_TASK DESCRIPTION_. Scan the records beneath this line for the line holding "shelving: string[];" and the line holding "if (role === 'rail'", then transcribe exactly those two and all lines between.

_ENTRIES PROVIDED_.
_ _ _ _
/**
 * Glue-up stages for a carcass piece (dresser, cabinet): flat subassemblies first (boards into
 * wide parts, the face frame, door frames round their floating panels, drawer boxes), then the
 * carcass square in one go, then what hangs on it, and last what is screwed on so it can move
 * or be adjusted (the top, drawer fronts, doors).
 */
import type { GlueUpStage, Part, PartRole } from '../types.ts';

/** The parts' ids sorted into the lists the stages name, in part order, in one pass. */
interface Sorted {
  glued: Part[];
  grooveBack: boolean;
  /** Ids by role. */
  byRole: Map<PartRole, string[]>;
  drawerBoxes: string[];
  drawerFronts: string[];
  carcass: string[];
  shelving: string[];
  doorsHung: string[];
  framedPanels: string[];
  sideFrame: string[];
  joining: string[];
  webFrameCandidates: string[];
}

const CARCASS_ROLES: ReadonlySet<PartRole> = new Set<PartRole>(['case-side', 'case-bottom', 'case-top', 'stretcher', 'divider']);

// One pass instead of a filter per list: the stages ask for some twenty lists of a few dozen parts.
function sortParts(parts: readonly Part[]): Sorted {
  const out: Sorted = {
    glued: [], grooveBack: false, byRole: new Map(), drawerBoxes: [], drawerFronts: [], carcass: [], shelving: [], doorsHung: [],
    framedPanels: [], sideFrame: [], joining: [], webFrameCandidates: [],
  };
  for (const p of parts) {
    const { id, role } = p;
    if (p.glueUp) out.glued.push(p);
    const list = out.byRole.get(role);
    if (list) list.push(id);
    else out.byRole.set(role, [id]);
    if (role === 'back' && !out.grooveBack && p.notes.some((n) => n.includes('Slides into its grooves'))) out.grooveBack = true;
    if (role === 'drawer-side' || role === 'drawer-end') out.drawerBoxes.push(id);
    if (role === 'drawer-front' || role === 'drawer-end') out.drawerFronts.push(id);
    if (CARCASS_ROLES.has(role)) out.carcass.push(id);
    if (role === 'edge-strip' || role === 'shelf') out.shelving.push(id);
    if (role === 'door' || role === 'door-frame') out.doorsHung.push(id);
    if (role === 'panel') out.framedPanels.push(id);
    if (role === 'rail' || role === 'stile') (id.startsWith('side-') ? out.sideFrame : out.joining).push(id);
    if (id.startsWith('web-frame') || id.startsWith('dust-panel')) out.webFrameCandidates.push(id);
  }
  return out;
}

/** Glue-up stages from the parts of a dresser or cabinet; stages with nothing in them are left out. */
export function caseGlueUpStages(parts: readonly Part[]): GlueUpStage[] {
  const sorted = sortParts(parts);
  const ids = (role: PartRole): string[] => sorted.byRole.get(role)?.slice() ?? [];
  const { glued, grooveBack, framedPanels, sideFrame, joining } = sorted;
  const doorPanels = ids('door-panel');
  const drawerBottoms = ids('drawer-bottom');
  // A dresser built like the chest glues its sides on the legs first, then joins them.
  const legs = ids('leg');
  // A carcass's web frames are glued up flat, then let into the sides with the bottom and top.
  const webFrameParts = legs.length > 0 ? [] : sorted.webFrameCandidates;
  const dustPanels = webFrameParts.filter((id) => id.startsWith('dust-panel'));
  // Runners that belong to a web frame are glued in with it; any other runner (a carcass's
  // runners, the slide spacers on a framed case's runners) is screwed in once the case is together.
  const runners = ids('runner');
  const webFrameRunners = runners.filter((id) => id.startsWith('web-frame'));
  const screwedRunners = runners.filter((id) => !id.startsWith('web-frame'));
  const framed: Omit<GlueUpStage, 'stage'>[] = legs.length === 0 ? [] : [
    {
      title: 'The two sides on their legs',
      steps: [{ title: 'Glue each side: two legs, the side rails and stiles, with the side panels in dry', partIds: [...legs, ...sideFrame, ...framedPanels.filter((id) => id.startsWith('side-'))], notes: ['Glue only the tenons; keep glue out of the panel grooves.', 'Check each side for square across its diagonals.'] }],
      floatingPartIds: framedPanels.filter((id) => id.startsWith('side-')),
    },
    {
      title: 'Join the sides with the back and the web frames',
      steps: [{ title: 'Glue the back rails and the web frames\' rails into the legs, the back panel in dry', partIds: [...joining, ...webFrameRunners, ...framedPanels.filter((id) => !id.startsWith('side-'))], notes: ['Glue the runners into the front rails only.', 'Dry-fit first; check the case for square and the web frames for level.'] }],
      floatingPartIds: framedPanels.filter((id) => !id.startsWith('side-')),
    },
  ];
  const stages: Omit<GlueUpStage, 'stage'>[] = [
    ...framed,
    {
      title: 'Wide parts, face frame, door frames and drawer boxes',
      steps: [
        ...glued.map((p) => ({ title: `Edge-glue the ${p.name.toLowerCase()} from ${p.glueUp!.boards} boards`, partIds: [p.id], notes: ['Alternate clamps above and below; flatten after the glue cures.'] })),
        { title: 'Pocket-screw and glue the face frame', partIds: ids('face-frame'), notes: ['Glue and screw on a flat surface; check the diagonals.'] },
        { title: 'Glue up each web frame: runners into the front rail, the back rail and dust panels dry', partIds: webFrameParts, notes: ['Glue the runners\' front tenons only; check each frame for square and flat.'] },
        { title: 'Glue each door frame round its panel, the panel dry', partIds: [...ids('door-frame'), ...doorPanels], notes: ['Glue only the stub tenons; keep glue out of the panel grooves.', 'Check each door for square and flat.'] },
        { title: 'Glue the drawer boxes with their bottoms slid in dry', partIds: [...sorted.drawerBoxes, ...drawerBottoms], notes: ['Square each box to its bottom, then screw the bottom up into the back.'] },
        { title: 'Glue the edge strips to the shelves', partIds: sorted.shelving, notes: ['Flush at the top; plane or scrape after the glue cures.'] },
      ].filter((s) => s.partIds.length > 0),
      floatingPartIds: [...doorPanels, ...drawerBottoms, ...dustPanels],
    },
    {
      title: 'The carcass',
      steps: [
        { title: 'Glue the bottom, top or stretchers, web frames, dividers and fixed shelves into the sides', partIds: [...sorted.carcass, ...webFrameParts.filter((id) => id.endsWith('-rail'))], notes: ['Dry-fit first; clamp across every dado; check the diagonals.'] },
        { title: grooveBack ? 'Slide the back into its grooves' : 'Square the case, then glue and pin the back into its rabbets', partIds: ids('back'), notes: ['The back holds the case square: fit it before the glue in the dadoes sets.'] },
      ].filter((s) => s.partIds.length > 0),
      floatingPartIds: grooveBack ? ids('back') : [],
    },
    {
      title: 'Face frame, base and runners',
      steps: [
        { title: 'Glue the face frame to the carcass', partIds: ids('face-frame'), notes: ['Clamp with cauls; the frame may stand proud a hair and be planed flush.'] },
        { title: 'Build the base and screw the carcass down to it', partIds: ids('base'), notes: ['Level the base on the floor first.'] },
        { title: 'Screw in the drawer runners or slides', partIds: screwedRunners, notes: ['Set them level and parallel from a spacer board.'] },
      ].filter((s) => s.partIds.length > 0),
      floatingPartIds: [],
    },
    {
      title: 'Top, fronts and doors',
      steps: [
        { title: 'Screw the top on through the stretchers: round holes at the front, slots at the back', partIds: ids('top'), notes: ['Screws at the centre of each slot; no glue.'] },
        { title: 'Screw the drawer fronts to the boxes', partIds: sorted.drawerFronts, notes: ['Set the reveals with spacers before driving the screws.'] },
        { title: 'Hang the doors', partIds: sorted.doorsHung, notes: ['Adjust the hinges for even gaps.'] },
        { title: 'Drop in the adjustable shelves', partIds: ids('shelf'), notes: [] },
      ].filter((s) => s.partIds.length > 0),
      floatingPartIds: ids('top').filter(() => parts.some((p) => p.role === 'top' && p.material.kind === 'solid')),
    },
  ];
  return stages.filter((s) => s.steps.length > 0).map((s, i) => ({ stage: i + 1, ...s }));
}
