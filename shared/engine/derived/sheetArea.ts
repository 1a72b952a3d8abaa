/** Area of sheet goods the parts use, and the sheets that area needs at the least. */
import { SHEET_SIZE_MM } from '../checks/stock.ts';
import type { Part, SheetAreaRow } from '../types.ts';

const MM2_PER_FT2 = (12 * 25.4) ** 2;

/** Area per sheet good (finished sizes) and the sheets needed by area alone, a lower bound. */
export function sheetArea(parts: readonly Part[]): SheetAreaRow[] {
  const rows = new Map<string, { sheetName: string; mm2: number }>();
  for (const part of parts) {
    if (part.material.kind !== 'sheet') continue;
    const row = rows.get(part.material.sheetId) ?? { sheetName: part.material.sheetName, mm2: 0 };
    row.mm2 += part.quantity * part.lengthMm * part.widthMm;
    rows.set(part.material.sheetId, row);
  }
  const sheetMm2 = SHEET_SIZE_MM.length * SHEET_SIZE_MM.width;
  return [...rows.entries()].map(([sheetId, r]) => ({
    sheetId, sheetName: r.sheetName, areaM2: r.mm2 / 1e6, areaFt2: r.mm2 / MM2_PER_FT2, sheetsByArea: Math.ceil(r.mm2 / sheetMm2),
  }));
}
_ _ _ _
_REPLY TO THE EXERCISE_.
  shelving: string[];
  doorsHung: string[];
  framedPanels: string[];
  sideFrame: string[];
  joining: string[];
  webFrameCandidates: string[];
}

const CARCASS_ROLES: ReadonlySet<PartRole> = new Set<PartRole>(['case-side', 'case-bottom', 'case-top', 'stretcher', 'divider']);

// One pass instead of a filter per list: the stages ask for some twenty lists of a few dozen parts.
function sortParts(parts: readonly Part[]): Sorted {
  const out: Sorted = {
    glued: [], grooveBack: false, byRole: new Map(), drawerBoxes: [], drawerFronts: [], carcass: [], shelving: [], doorsHung: [],
    framedPanels: [], sideFrame: [], joining: [], webFrameCandidates: [],
  };
  for (const p of parts) {
    const { id, role } = p;
    if (p.glueUp) out.glued.push(p);
    const list = out.byRole.get(role);
    if (list) list.push(id);
    else out.byRole.set(role, [id]);
    if (role === 'back' && !out.grooveBack && p.notes.some((n) => n.includes('Slides into its grooves'))) out.grooveBack = true;
    if (role === 'drawer-side' || role === 'drawer-end') out.drawerBoxes.push(id);
    if (role === 'drawer-front' || role === 'drawer-end') out.drawerFronts.push(id);
    if (CARCASS_ROLES.has(role)) out.carcass.push(id);
    if (role === 'edge-strip' || role === 'shelf') out.shelving.push(id);
    if (role === 'door' || role === 'door-frame') out.doorsHung.push(id);
    if (role === 'panel') out.framedPanels.push(id);
    if (role === 'rail' || role === 'stile') (id.startsWith('side-') ? out.sideFrame : out.joining).push(id);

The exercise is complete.